Among males, a statistically significantly increased incidence of minimal centrilobular hepatocyte hypertrophy was observed in male rats 5000 ppm. Among female rats, at 5000 ppm, an increase in the incidence of foci of mineralisation in the kidney was observed. There was also a treatment related increase in the incidence of luminal dilatation of the uterus for females treated at all dosages of NBPT.

Neuropathology provided no evidence of neurotoxicity.

Conclusion

Treatment with NBPT for thirteen weeks at dietary inclusion levels of 0, 200, 1000 and 5000 ppm was associated with a range of effects.
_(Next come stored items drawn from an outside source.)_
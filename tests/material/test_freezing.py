from __future__ import annotations

import numpy as np
import pytest
from scipy.integrate import quad

from fem.material.components import GAS_CONSTANT, MOLAR_MASS, latent_heat
from fem.material.freezing import Solution, ln_ice_activity


def sugars(**percent: float) -> Solution:
    shares = {name: value / 100.0 for name, value in percent.items()}
    return Solution.of_sugars(shares, 1.0 - sum(shares.values()))


def test_12_percent_sucrose_freezes_at_the_published_temperature() -> None:
    # -0.77 degC: The Science of Ice Cream, p. 25.
    assert sugars(sucrose=12).freezing_point == pytest.approx(-0.77, abs=0.005)


# Freezing point depression by sucrose and by glucose: Norrish against the ice activity of
# Murphy and Koop 2005, computed apart from this code.
@pytest.mark.parametrize(
    ("percent", "sucrose", "glucose"),
    [
        (5, 0.291, 0.549), (10, 0.625, 1.169), (15, 1.012, 1.876), (20, 1.463, 2.687), (25, 1.994, 3.624),
        (30, 2.627, 4.719), (35, 3.390, 6.010), (40, 4.323, 7.551), (45, 5.482, 9.416), (50, 6.950, 11.709),
    ],
)  # fmt: skip
def test_freezing_points_of_one_sugar(percent: float, sucrose: float, glucose: float) -> None:
    assert sugars(sucrose=percent).freezing_point == pytest.approx(-sucrose, abs=0.005)
    assert sugars(glucose=percent).freezing_point == pytest.approx(-glucose, abs=0.005)
    half = {"glucose": percent / 2, "fructose": percent / 2}
    assert sugars(**half).freezing_point == pytest.approx(-glucose, abs=0.005)


# The handbook's freezing point depression of sucrose, value from memory.
@pytest.mark.parametrize(
    ("percent", "depression"),
    [
        (5, 0.29), (10, 0.63), (12, 0.77), (14, 0.93), (16, 1.10), (18, 1.27), (20, 1.47), (22, 1.67),
        (24, 1.89), (26, 2.12), (28, 2.37), (30, 2.64), (32, 2.94),
    ],
)  # fmt: skip
def test_freezing_points_of_the_handbook(percent: float, depression: float) -> None:
    assert sugars(sucrose=percent).freezing_point == pytest.approx(-depression, abs=0.05)


# Ice by mass of mix, computed apart from this code from the same law.
@pytest.mark.parametrize(
    ("mix", "T", "ice"),
    [
        ({"sucrose": 15}, [-2, -3, -4, -6, -10, -15, -20, -30],
         [0.4012, 0.5393, 0.6092, 0.6802, 0.7390, 0.7699, 0.7862, 0.8034]),
        ({"sucrose": 25}, [-2, -2.5, -3, -5, -8, -12, -18, -25],
         [0.0020, 0.1398, 0.2322, 0.4193, 0.5277, 0.5904, 0.6345, 0.6606]),
        ({"sucrose": 14, "glucose": 4}, [-2, -3, -5, -8, -12, -18, -30],
         [0.1899, 0.3877, 0.5476, 0.6395, 0.6921, 0.7287, 0.7598]),
        ({"sucrose": 18}, [-2, -3, -5, -10, -18, -30], [0.28, 0.45, 0.58, 0.69, 0.74, 0.76]),
        ({"sucrose": 15.4, "glucose": 3.3, "fructose": 3.3}, [-2, -3, -5, -10, -18, -30],
         [0.00, 0.23, 0.43, 0.59, 0.67, 0.71]),
        ({"sucrose": 14, "glucose": 7, "fructose": 7}, [-3, -5, -10, -18, -30],
         [0.00, 0.23, 0.46, 0.56, 0.62]),
    ],
)  # fmt: skip
def test_ice_by_the_lever_rule(mix: dict[str, float], T: list[float], ice: list[float]) -> None:
    np.testing.assert_allclose(sugars(**mix).ice(np.array(T), -33.0), ice, atol=0.01)


def test_ice_activity_is_the_integral_of_the_latent_heat() -> None:
    for T in (-0.01, -1.0, -10.0, -35.0, -60.0):
        integral, _ = quad(lambda t: float(latent_heat(t)) / (t + 273.15) ** 2, 0.0, T)
        # At -36 degC the latent heat has a kink, which costs digits below it.
        rel = 1e-12 if T > -36.0 else 1e-4
        assert ln_ice_activity(T) == pytest.approx(MOLAR_MASS["water"] / GAS_CONSTANT * integral, rel=rel)


def test_activities_agree_wherever_there_is_ice() -> None:
    solution = sugars(sucrose=10, fructose=8)
    T = np.array([-1.9, -5.0, -12.0, -30.0])
    left = (solution.water - solution.ice(T, -33.0)) / MOLAR_MASS["water"]
    x = solution.solute / (solution.solute + left)
    np.testing.assert_allclose(np.log(1 - x) - (solution.norrish * x) ** 2, ln_ice_activity(T), rtol=1e-12)


def test_a_stated_freezing_point_is_met_exactly() -> None:
    for start in (sugars(sucrose=12), Solution.of_sugars({}, 0.85)):
        solution = start.freezing_at(-2.5)
        assert solution.freezing_point == pytest.approx(-2.5, abs=1e-11)
        assert solution.ice(-2.5, -33.0) == pytest.approx(0.0, abs=1e-11)
        assert solution.ice(-2.6, -33.0) > 0.02


def test_ice_ends_where_told() -> None:
    solution = sugars(sucrose=18)
    assert solution.ice(-60.0, -33.0) == solution.ice(-33.0, -33.0)
    assert solution.ice(-32.0, -33.0) < solution.ice(-33.0, -33.0)
    assert np.all(solution.ice(np.array([solution.freezing_point, -1.0, 0.0, 20.0]), -33.0) == 0.0)
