def test_unreadable_files_are_said(tmp_path: Path) -> None:
    for path, word in ((tmp_path / "no.toml", "cannot be read"), (tmp_path, "is a folder")):
        with pytest.raises(CaseError, match=word):
            load(path)
    (tmp_path / "latin.toml").write_bytes("title = 'Früchte'".encode("latin-1"))
    with pytest.raises(CaseError, match="is not UTF-8"):
        load(tmp_path / "latin.toml")
    with pytest.raises(CaseError, match="cannot be read"):
        load("a\0b.toml")


def test_a_log_is_read_from_beside_the_case(tmp_path: Path) -> None:
    (tmp_path / "bath.csv").write_text("time [min],bath [degC]\n0,-24\n10,-20\n", encoding="utf-8")
    text = edited(BAR, ('"-22 degC"', '{ log = "bath.csv", column = "bath" }'))
    (tmp_path / "pop.toml").write_text(text, encoding="utf-8")
    outside = load(tmp_path / "pop.toml").stages[0].surfaces["outside"]
    assert isinstance(outside, Fluid)
    assert outside.coolant.at(300.0) == pytest.approx(-22.0)
    ((place, message, _),) = problems(text.replace('"bath" }', '"bat" }'), folder=tmp_path)
    assert place == "stages.freeze.surfaces.outside.coolant"
    assert 'did you mean "bath"?' in message


def test_windows_line_ends_and_a_byte_order_mark_are_taken(tmp_path: Path) -> None:
    path = tmp_path / "pop.toml"
    path.write_bytes(b"\xef\xbb\xbf" + BAR.replace("\n", "\r\n").encode())
    assert load(path).lasts == 2400.0
    path.write_bytes(b"\xef\xbb\xbf" + edited(BAR, ('"250 W/m2/K"', "250")).replace("\n", "\r\n").encode())
    with pytest.raises(CaseError) as caught:
        load(path)
    assert caught.value.problems[0].line == 39


def test_radiant_takes_air() -> None:
    new = '"radiant"\nemissivity = "0.9"\nsurroundings = "-20 degC"\nair = "-18 degC"'
    text = edited(BAR, ('"fluid"', new), ("^coolant.*", ""))
    outside = loads(text).stages[0].surfaces["outside"]
    assert isinstance(outside, Radiant)
    assert outside.emissivity == 0.9
    assert problems(edited(text, ("^air.*", "")))[0][0] == "stages.freeze.surfaces.outside.air"


VALUES = [
    "3",
    "-1",
    "nan",
    '""',
    '"22 mm"',
    '"-5 degC"',
    "[]",
    "{}",
    "true",
    '"\\u0000"',
    "[[1]]",
    "1e400",
    "0x" + "f" * 4000,
]


@st.composite
def mutations(draw: st.DrawFn) -> str:
    """One to three changes of a valid case: lines dropped, doubled or moved, values or text replaced."""
    lines = draw(st.sampled_from([BAR, ROD])).splitlines()
    for _ in range(draw(st.integers(1, 3))):
        i = draw(st.integers(0, len(lines) - 1))
        change = draw(st.sampled_from(["drop", "double", "move", "value", "key", "text"]))
        if change == "drop" and len(lines) > 1:
            del lines[i]
        elif change == "double":
            lines.insert(i, lines[i])
        elif change == "move":
            lines.insert(draw(st.integers(0, len(lines) - 1)), lines.pop(i))
        elif change == "value" and "=" in lines[i]:
            lines[i] = lines[i].split("=")[0] + "= " + draw(st.sampled_from(VALUES))
        elif change == "key" and "=" in lines[i]:
            key = draw(st.sampled_from(["form", "kind", "name", "_fields_set", "cell", "time", '""', "self"]))
            lines[i] = key + " = " + lines[i].split("=", 1)[1]
        elif change == "text":
            at = draw(st.integers(0, len(lines[i])))
            lines[i] = lines[i][:at] + draw(st.text(max_size=3)) + lines[i][at + 1 :]
    return "\n".join(lines)


@settings(max_examples=300, deadline=None)
@given(mutations())
def test_a_mutilated_case_reads_or_says_why_not(text: str) -> None:
    said = None
    try:
        loads(text)
    except CaseError as error:
        said = error
    assert said is None or len(str(said).splitlines()) == 1 + len(said.problems) > 1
At 5000 ppm, treatment was associated with some reactions that showed subsequent recovery (clinical signs, bodyweight gains, food utilisation, and responses on the functional observational battery) as well as some effects that continued throughout treatment (cumulative food consumption and haematology and biochemistry parameters). Organ weight and histopathological changes were also observed.

At 1000 ppm, there were limited effects on some biochemistry parameters and among females, an increased incidence of luminal dilatation of the uterus.

The no observed effect level (NOEL) was established in the males as being 200 ppm. However, it was not possible to demonstrate a NOEL among females as a slightly lower phosphorus level and a low incidence of luminal dilatation of the uterus was observed. The toxicological significance of these findings, if any, cannot be determined at this time.